Thursday, March 17, 2011

Lawsuits and Costs

Let’s Get Litigious… Again

Anyone else get the feeling that the reason they converted the Old City Hall to a Provincial Court House was to cut down on travel time? Coming soon, to a judge near you, is a suit brought by the City against the Board of Health to prevent them from constructing a new Health Unit headquarters and unilaterally saddling Guelph with the $10 million cheque.

"Guelph City Council has agreed it will urge the Counties of Dufferin and Wellington to not support the Board of Health in proceeding with direct ownership of property," said Mayor Karen Farbridge in a press release. "We will be requesting the counties participate, along with the City, in meetings with the Ministry of Health and Long Term Care to discuss alternatives that would not jeopardize Provincial participation in funding accommodation costs or add to the City's debt."

The Province is the key to all this. Basically, about $22 million is needed to build new facilities for the Wellington-Dufferin-Guelph Health Unit both here and in Orangeville. According to the current budget structure for the WDGHU, 75 per cent of the funding comes from the Government of Ontario and 25 per cent from the municipalities. But for some reason, the Province isn’t going to foot their share of the bill on this one, and is sticking the whole cheque with Guelph and Orangeville. Naturally, this was not received well on the local level.

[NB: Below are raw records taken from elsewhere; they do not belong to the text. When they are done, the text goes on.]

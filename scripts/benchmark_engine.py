"""Benchmark: the vectorised quadrature engine against per-integral scipy quad.

Inputs are generated here (not data). Cases, each ``draws x strata x 4``
integrals E[RR_m(g(X))] - 1 (current exposure and three scenarios: cap at 15,
scale by 0.7, lower by 3; minimum-risk level 2):

* ``general``: a linear excess-risk curve held flat beyond 60 units, slope
  draws from N(0.012, 0.003^2); each stratum its own lognormal exposure (GM 4
  to 40, GSD 1.5 to 4) whose parameters are drawn per draw (a normal on the
  log scale, as for a fitted exposure), so every integral has its own
  exposure and its own kinks;
* ``steep-flat``: the same strata, a steep log-linear curve (slope draws
  from N(0.4, 0.02^2)) held flat beyond 30 (RR about 1.6e5 there);
* ``gamma`` and ``weibull``: the general curve over gamma and Weibull
  exposures with the same means and SDs as the lognormal strata, parameters
  drawn per draw.

Printed per case: CPU time per integral (``time.process_time``, the best of
``--repeats`` runs, since other jobs may share the machine; the first run of
each case in turn, then the others in turns over the cases, so that a slow
phase of the machine falls on one run of several cases rather than on all
runs of one), the values the
engine evaluates per integral (counted in a separate pass), a bare
``np.exp`` over the same number of values (best of the repeats), the
largest relative difference from ``scipy.integrate.quad`` on a sample of
integrals, and for ``general`` the process's peak resident memory
(getrusage, taken right after that case), each beside its goal (``GOALS``,
``MEMORY_GOAL``), and a summary table. The analyst's reference loop runs
``scipy.integrate.quad`` per integral on a sample, split at every kink, in
two styles: "lean" (integrand from the math module) and "scipy.stats" (the
density from scipy.stats, the way a quick script is usually written); its
time per integral is scaled from the sample.

Usage:  python scripts/benchmark_engine.py [--draws 10000] [--strata 100]
        [--other-strata 25] [--repeats 5] [--sample 40] [--stats-sample 3]
        [--seed 1] [--cases general,steep-flat,gamma,weibull]
"""

from __future__ import annotations

import argparse
import math
import os
import platform
import resource
import time
from collections.abc import Callable
from pathlib import Path

import numpy as np
from scipy import integrate

import doseattr
from doseattr.core.attribution import fractions
from doseattr.core.attribution.fractions import excess_draws
from doseattr.core.attribution.scenarios import Cap, ReduceBy, Scale
from doseattr.core.curves.base import Curve
from doseattr.core.curves.linear import LinearExcess
from doseattr.core.curves.loglinear import LogLinear
from doseattr.core.exposure.registry import FAMILIES

#: The speed goals, CPU microseconds per integral: the general case, and the
#: others within twice that; peak resident memory in MiB.
GOALS = {"general": 0.5, "steep-flat": 1.0, "gamma": 1.0, "weibull": 1.0}
MEMORY_GOAL = 500

MINIMUM_RISK = 2.0
SCENARIOS = (None, Cap(15.0, name="cap"), Scale(0.7, name="scale"), ReduceBy(3.0, name="reduce"))
CASES = ("general", "steep-flat", "gamma", "weibull")


class Case:
    """One benchmark case: curve, coefficient draws, family, per-stratum draws."""

    def __init__(self, name: str, draws: int, strata: int, rng: np.random.Generator) -> None:
        self.name = name
        if name == "steep-flat":
            self.curve = Curve(LogLinear(), np.array([0.4]), np.array([[0.02**2]]), max_dose=30.0)
            self.coef = rng.normal(0.4, 0.02, size=(draws, 1))
        else:
            self.curve = Curve(LinearExcess(), np.array([0.012]), np.array([[0.003**2]]),
                               max_dose=60.0)
            self.coef = rng.normal(0.012, 0.003, size=(draws, 1))
        self.family = FAMILIES["lognormal" if name in ("general", "steep-flat") else name]
        gm = np.exp(rng.uniform(np.log(4), np.log(40), size=strata))
        gsd = rng.uniform(1.5, 4.0, size=strata)
        self.params = []
        ln = FAMILIES["lognormal"]
        for s in range(strata):
            theta = np.column_stack([rng.normal(np.log(gm[s]), 0.05, draws),
                                     rng.normal(np.log(np.log(gsd[s])), 0.05, draws)])
            p = ln.from_internal(theta)
            if self.family.name != "lognormal":
                p = self._matched(p)
            self.params.append(p)

    def _matched(self, ln_params: np.ndarray) -> np.ndarray:
        """Gamma or Weibull parameters with the lognormal draws' mean and SD."""
        s = np.log(ln_params[:, 1])
        mean = ln_params[:, 0] * np.exp(0.5 * s * s)
        sd = mean * np.sqrt(np.expm1(s * s))
        if self.family.name == "gamma":
            return np.column_stack([(mean / sd) ** 2, sd * sd / mean])
        # Weibull: the shape for the stratum's median CV, varied per draw by a
        # lognormal factor of SD 0.05; the scale per draw from its mean.
        k0 = float(self.family.from_moments(float(np.median(mean)), float(np.median(sd)))[0])
        k = k0 * np.median(s) / s
        lgam = np.array([math.lgamma(1 + 1 / v) for v in k])
        return np.column_stack([k, mean / np.exp(lgam)])

    @property
    def integrals(self) -> int:
        return self.coef.shape[0] * len(self.params) * len(SCENARIOS)

    def run(self) -> np.ndarray:
        out = np.empty((len(self.params), len(SCENARIOS), self.coef.shape[0]))
        for s, p in enumerate(self.params):
            for j, scn in enumerate(SCENARIOS):
                out[s, j] = excess_draws(self.curve, self.coef, self.family, p, 0.0,
                                         MINIMUM_RISK, scn)
        return out


def best_cpu(fn: Callable[[], object], repeats: int) -> tuple[float, object]:
    best, result = math.inf, None
    for _ in range(repeats):
        t0 = time.process_time()
        result = fn()
        best = min(best, time.process_time() - t0)
    return best, result


def bare_exp(values: float, repeats: int, chunk: int = 32_768) -> float:
    """CPU seconds of np.exp over ``values`` values, in chunks of ``chunk``
    (best of ``repeats``)."""
    buf = np.linspace(-1.0, 1.0, chunk)
    out = np.empty_like(buf)
    calls = max(1, round(values / chunk))

    def run() -> None:
        for _ in range(calls):
            np.exp(buf, out=out)
    return best_cpu(run, repeats)[0]


def values_per_integral(case: Case, strata: int = 3) -> float:
    """Values of the integrand (log RR, or RR - 1 in the engine's direct
    form) the engine evaluates per integral (separate pass)."""
    count = [0]
    originals = fractions._log_rr_m, fractions._excess_m

    def counting_log_rr(*args, **kwargs):
        inner = originals[0](*args, **kwargs)

        def log_rr(x, rows):
            count[0] += np.size(x)
            return inner(x, rows)
        return log_rr

    def counting_excess(*args, **kwargs):
        inner = originals[1](*args, **kwargs)
        if inner is None:
            return None

        def excess(x, rows, out, inside=False):
            count[0] += np.size(x)
            return inner(x, rows, out, inside)
        return excess

    fractions._log_rr_m, fractions._excess_m = counting_log_rr, counting_excess
    try:
        for p in case.params[:strata]:
            for scn in SCENARIOS:
                excess_draws(case.curve, case.coef, case.family, p, 0.0, MINIMUM_RISK, scn)
    finally:
        fractions._log_rr_m, fractions._excess_m = originals
    return count[0] / (case.coef.shape[0] * min(strata, len(case.params)) * len(SCENARIOS))


def quad_one(case: Case, coef: float, params: np.ndarray, scenario, style: str) -> float:
    """E[RR_m(g(X))] - 1 by adaptive quadrature, split at every kink."""
    frozen = case.family.scipy(params)
    top = float(case.curve.max_dose)
    model = case.curve.model
    base = float(model.log_rr(np.array([MINIMUM_RISK]), np.array([coef]))[0])
    if case.family.name == "lognormal":
        mu, s = math.log(params[0]), math.log(params[1])
        norm = 1.0 / (s * math.sqrt(2 * math.pi))

        def density(x: float) -> float:
            return norm / x * math.exp(-0.5 * ((math.log(x) - mu) / s) ** 2)
    else:
        density = frozen.pdf
    if style != "lean":
        density = frozen.pdf
    kind = None if scenario is None else scenario.kind
    v = 0.0 if scenario is None else scenario.value
    linear = isinstance(model, LinearExcess)

    def g(x: float) -> float:
        if kind == "cap":
            return min(x, v)
        if kind == "scale":
            return v * x
        if kind == "reduce_by":
            return max(x - v, MINIMUM_RISK)
        return x

    def excess(x: float) -> float:
        y = min(max(g(x), MINIMUM_RISK), top)
        lr = math.log1p(coef * y) if linear else coef * y
        return math.expm1(lr - base)

    def f(x: float) -> float:
        return excess(x) * density(x)

    pts = [MINIMUM_RISK, top]
    if scenario is not None:
        pts = list(scenario.preimage(np.array(pts))) + list(scenario.own_kinks())
    edges = [0.0] + sorted(p for p in set(pts) if p > 0) + [math.inf]
    return sum(integrate.quad(f, a, c, epsabs=0, epsrel=1e-10, limit=200)[0]
               for a, c in zip(edges[:-1], edges[1:]) if c > a)


def compare(case: Case, result: np.ndarray, rng: np.random.Generator, sample: int,
            stats_sample: int) -> tuple[dict[str, float], float]:
    draws, strata = case.coef.shape[0], len(case.params)
    picks = [(int(rng.integers(draws)), int(rng.integers(strata)), int(rng.integers(len(SCENARIOS))))
             for _ in range(max(sample, stats_sample))]
    timings, worst = {}, 0.0
    for style, k in (("lean", sample), ("scipy.stats", stats_sample)):
        if k == 0:
            continue
        t0 = time.process_time()
        for d, s, j in picks[:k]:
            ref = quad_one(case, float(case.coef[d, 0]), case.params[s][d], SCENARIOS[j], style)
            worst = max(worst, abs(result[s, j, d] - ref) / abs(ref))
        timings[style] = (time.process_time() - t0) / k
    return timings, worst


def main() -> None:
    ap = argparse.ArgumentParser(description=__doc__.splitlines()[0])
    ap.add_argument("--draws", type=int, default=10_000)
    ap.add_argument("--strata", type=int, default=100, help="strata of the general case")
    ap.add_argument("--other-strata", type=int, default=25, help="strata of the other cases")
    ap.add_argument("--repeats", type=int, default=5)
    ap.add_argument("--sample", type=int, default=40, help="integrals for the lean quad loop")
    ap.add_argument("--stats-sample", type=int, default=3, help="integrals for the scipy.stats loop")
    ap.add_argument("--seed", type=int, default=1)
    ap.add_argument("--cases", default=",".join(CASES))
    args = ap.parse_args()
    rng = np.random.default_rng(args.seed)
    print(f"machine: {platform.machine()}, {platform.processor() or 'cpu'}, "
          f"python {platform.python_version()}, numpy {np.__version__}; CPU time, best of "
          f"{args.repeats}; load average {' '.join(f'{v:.2f}' for v in os.getloadavg())}")
    print(f"doseattr from {Path(doseattr.__file__).parent}")
    measured = []
    for name in args.cases.split(","):
        strata = args.strata if name == "general" else args.other_strata
        case = Case(name, args.draws, strata, rng)
        cpu, result = best_cpu(case.run, 1)
        rss = resource.getrusage(resource.RUSAGE_SELF).ru_maxrss
        nodes = values_per_integral(case)
        exp_cpu = bare_exp(nodes * case.integrals, args.repeats) / case.integrals
        timings, worst = compare(case, np.asarray(result), rng, args.sample if name == "general"
                                 else max(args.sample // 4, 1), args.stats_sample
                                 if name == "general" else 0)
        measured.append([case, strata, cpu, rss, nodes, exp_cpu, timings, worst])
    # the other repeats in turns over the cases: a slow phase of a shared
    # machine (seconds long) then falls on one repeat of several cases, not
    # on all repeats of one
    for _ in range(args.repeats - 1):
        for m in measured:
            m[2] = min(m[2], best_cpu(m[0].run, 1)[0])
    rows = []
    for case, strata, cpu, rss, nodes, exp_cpu, timings, worst in measured:
        name, n_int = case.name, case.integrals
        per = cpu / n_int
        print(f"\n[{name}] {args.draws} draws x {strata} strata x {len(SCENARIOS)} = "
              f"{n_int:,} integrals: {per * 1e6:.3f} us per integral (CPU), "
              f"{nodes:.1f} values per integral")
        print(f"  bare np.exp over the same number of values: {exp_cpu * 1e6:.3f} us per integral")
        for style, t in timings.items():
            print(f"  quad loop ({style} integrand): {t * 1e6:,.0f} us per integral; "
                  f"engine {t / per:,.0f} times faster")
        print(f"  largest relative difference from quad: {worst:.1e}")
        goal = GOALS.get(name)
        if goal is not None:
            print(f"  goal: at most {goal:.2f} us per integral: "
                  f"{'met' if per * 1e6 <= goal else 'not met'}")
        if name == "general":
            print(f"  peak resident memory of the process: {rss / 1024:.0f} MiB (goal: at most "
                  f"{MEMORY_GOAL} MiB: {'met' if rss / 1024 <= MEMORY_GOAL else 'not met'})")
        rows.append((name, per * 1e6, goal, exp_cpu * 1e6, timings.get("lean")))
    print("\nsummary, CPU us per integral:")
    print(f"  {'case':<11} {'engine':>8} {'goal':>6} {'np.exp':>8} {'quad loop':>10}")
    for name, per_us, goal, exp_us, lean in rows:
        goal_s = "-" if goal is None else f"{goal:.2f}"
        lean_s = "-" if lean is None else f"{lean * 1e6:,.0f}"
        print(f"  {name:<11} {per_us:8.3f} {goal_s:>6} {exp_us:8.3f} {lean_s:>10}")
    print(f"load average at the end: {' '.join(f'{v:.2f}' for v in os.getloadavg())}")


if __name__ == "__main__":
    main()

“While the City of Guelph acknowledges a new location is needed, it hopes an injunction will afford the chance to determine its legal obligations to fund these types of projects,” said the formal statement in the press release. “The City is committed to exploring alternatives, and remains hopeful an alternative can be found.”

Museum for Sale?

Why do construction cost always overrun? No time to worry about that now, because costs for the construction of turning the Loretto Convent into the new Civic Museum have overrun and the City needs a way to pay for it. Last week, a potential solution presented itself: sell the current Civic Museum building. In a report, City Staff gave the okay to investigate what would be involved in selling the 160-year-old limestone building, which could fetch between $500,000 and $700,000 on the market. Members of the Community and Social Services Committee also asked to see options for leasing, but the fact of the matter is that the City needs money, or the new Museum might not be completed this year as planned. “It’s best to complete the Loretto project and get it done right rather than have two assets to pay for,” said Ann Pappert, executive director of community and social services.

The Tax Burden on Council

Two nights of debating till midnight, a string of confused or misunderstood numbers, a bunch of new hires, a revolt over transit funding, raiding reserves to keep taxes down, and still ending up with a 3.14 per cent increase, it seems that everyone agrees on one thing: the way the City of Guelph does its budget just isn’t working.

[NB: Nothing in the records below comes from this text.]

"""CSV tables for optional results (burden, workers) and cell formatting,
and the report and figures for an empirical exposure."""

from __future__ import annotations

import csv
import io

import numpy as np
import pytest
from test_outputs_cases import make_curve

from doseattr.core.attribution.contribution import Contribution
from doseattr.core.exposure.empirical import empirical
from doseattr.core.exposure.histories import cumulative_exposure
from doseattr.outputs import figures, tables


def as_csv(table) -> list[dict[str, str]]:
    buf = io.StringIO()
    header, rows = table
    w = csv.writer(buf, lineterminator="\n")
    w.writerow(header)
    for row in rows:
        w.writerow([tables.cell(v) for v in row])
    return list(csv.DictReader(io.StringIO(buf.getvalue())))


def test_cell_full_precision():
    """repr of a float round-trips exactly (Python float repr guarantee)."""
    v = 0.1 + 0.2
    assert float(tables.cell(v)) == v
    assert float(tables.cell(np.float64(1) / 3)) == 1 / 3
    assert tables.cell(None) == "" and tables.cell(True) == "true"
    assert tables.cell(np.int64(7)) == "7"
    assert tables.cell(float("inf")) == ""  # an open-ended band limit


def test_workers_table_from_histories():
    r"""Two workers, hand-computed (days / 365.25, as the analysis file
    defines years): A works 2000-01-01 to 2010-01-01 at 0.2 and 2010-01-01 to
    2012-01-01 at 0.5; B 2005-01-01 to 2006-01-01 at 1.0; as of 2020-01-01,
    no lag. A: 3653 days x 0.2 + 730 days x 0.5, B: 365 days x 1.0."""
    w = cumulative_exposure(
        np.array(["A", "A", "B"]),
        np.array(["2000-01-01", "2010-01-01", "2005-01-01"], dtype="datetime64[D]"),
        np.array(["2010-01-01", "2012-01-01", "2006-01-01"], dtype="datetime64[D]"),
        np.array([0.2, 0.5, 1.0]), as_of=np.datetime64("2020-01-01"))
    from doseattr.analysis.assemble import workers

    rows = as_csv(tables.workers_table(workers(w)))
    assert list(rows[0]) == ["worker", "cumulative", "duration_years", "mean_intensity"]
    assert [r["worker"] for r in rows] == ["A", "B"]
    a_cum = (3653 * 0.2 + 730 * 0.5) / 365.25
    a_dur = (3653 + 730) / 365.25
    assert float(rows[0]["cumulative"]) == pytest.approx(a_cum, rel=1e-12)
    assert float(rows[0]["duration_years"]) == pytest.approx(a_dur, rel=1e-12)
    assert float(rows[0]["mean_intensity"]) == pytest.approx(a_cum / a_dur, rel=1e-12)
    assert float(rows[1]["cumulative"]) == pytest.approx(365 / 365.25, rel=1e-12)
    from doseattr.outputs.records import workers_source

    records = [{k: v if k == "worker" else float(v) for k, v in r.items()} for r in rows]
    assert as_csv(tables.workers_table(records)) == rows  # the results.json list form
    assert workers_source(type("R", (), {"workers": w})(), {"workers": None}) is w
    assert workers_source(object(), {"workers": records}) is records


def test_burden_table_flattens_contract_records():
    d = {"burden": {"strata": [
        {"stratum": "north", "cases": 100.0,
         "attributable": {"estimate": 10.0, "lower": 8.0, "upper": 12.0}, "paf": 0.1}],
        "total": {"cases": 100.0, "attributable": {"estimate": 10.0, "lower": 8.0,
                                                   "upper": 12.0}, "paf": 0.1}}}
    rows = as_csv(tables.burden_table(d))
    assert [r["stratum"] for r in rows] == ["north", "total"]
    assert rows[0]["attributable_lower"] == "8.0" and rows[1]["paf_estimate"] == "0.1"
    # the PAF as a number with its interval beside it (paf_interval) reads the same
    d2 = {"burden": {"strata": [{**d["burden"]["strata"][0], "paf": 0.1, "paf_interval": {
        "estimate": 0.1, "lower": 0.08, "upper": 0.12, "mcse": None}}], "total": None}}
    rows2 = as_csv(tables.burden_table(d2))
    assert rows2[0]["paf_estimate"] == "0.1" and rows2[0]["paf_upper"] == "0.12"
    assert "paf_interval_lower" not in rows2[0]
    outcomes = {"outcomes": [{"name": "asthma", "burden": d["burden"]},
                             {"name": "copd", "burden": d["burden"]}]}
    rows = as_csv(tables.burden_table(outcomes))
    assert [r["outcome"] for r in rows] == ["asthma", "asthma", "copd", "copd"]
    assert tables.burden_table({}) is None


def test_empirical_exposure_plots():
    """Weighted empirical values: histogram bar areas sum to 1 (all values
    detected, derivation as in the fitted case), no density line, and the
    burden drawn as a cumulative share that ends at 100%."""
    rng = np.random.default_rng(3)
    values = rng.gamma(2.0, 4.0, 50)
    weights = rng.uniform(1, 3, 50)
    ex = empirical(values, weights)
    ax = figures.plot_exposure(ex, unit="ppm")
    bars = [p for p in ax.patches if p.get_gid() == "data-hist"]
    assert sum(p.get_height() * p.get_width() for p in bars) == pytest.approx(1.0, rel=1e-12)
    assert not [ln for ln in ax.get_lines() if ln.get_gid() == "fitted-density"]
    # the burden on weighted points, built here: share w_i (RR(x_i) - 1) / E[RR],
    # cumulated in order of x (log-linear RR, minimum risk 0)
    b = float(make_curve().coef[0])
    order = np.argsort(values)
    x, w = values[order], ex.weights[order]
    excess = w * np.expm1(b * x)
    cum = np.cumsum(excess) / excess.sum()
    con = Contribution(x, excess / (1 + excess.sum()), cum, None, excess.sum() / (1 + excess.sum()))
    ax = figures.plot_contribution(con, unit="ppm", cumulative=True)
    line = [ln for ln in ax.get_lines() if ln.get_gid() == "burden-cumulative"][0]
    np.testing.assert_allclose(line.get_ydata(), 100 * cum, rtol=1e-14)
    assert line.get_ydata()[-1] == pytest.approx(100.0, rel=1e-12)
    assert figures.is_empirical(ex) and figures.curve_extent(make_curve(), exposure=ex) > 0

The Guelph Tribune reached out to all 13 members of Guelph City Council to get their opinion on improving the budget process for next year. Considering that nearly half of council voted against the 2011, opinions were not in short supply.

“I recall doing zero-based budgeting when I was first elected,” wrote Gloria Kovach. Zero-based budgeting requires city departments to account for every dollar spent by making them start their budget process at zero rather than basing it on spending from the year before. “Unfortunately, that opportunity, even modified, is not available for council or staff. At some point when the budget is only given to council at a high level, without detailed explanations, it is impossible for council to understand the details needed for responsible budgeting.”

Karl Wettstein was a little more pragmatic saying that this year was a unique case because the process got started so late this year due to the election and that the City was still suffering from the residual impact of the recession. “I expect we will have a budget debrief session to assess where we can make improvements, get back to earlier time lines and generally continue to improve our budget process,” Wettstein said.

You can read the full story for yourself here:

They Cost How Much?

Partisan back and forth is nothing new, especially with the possibility of an election (constantly) in the air, but last week Liberal MP Frank Valeriote and Federal Conservative candidate Marty Burke disagreed on the math. The math in question is the cost of Canada’s new fleet of 65 F-35 fighter, the government originally said the cheque for the planes would come in at $16 billion, but Parliamentary budget officer Kevin Page estimated the entire package will cost taxpayers $22.6 billion over 20 years. If the planes are in service for 30 years, that price tag could jump to nearly $30 billion. Valeriote accused the Tories of hiding the true cost, but Burke says they were merely talking about two different timelines for the life of the planes. But there’s one thing both men agree on, and that is that Canada really does need new fighter planes. It’s ironic that it takes war planes to bring us together.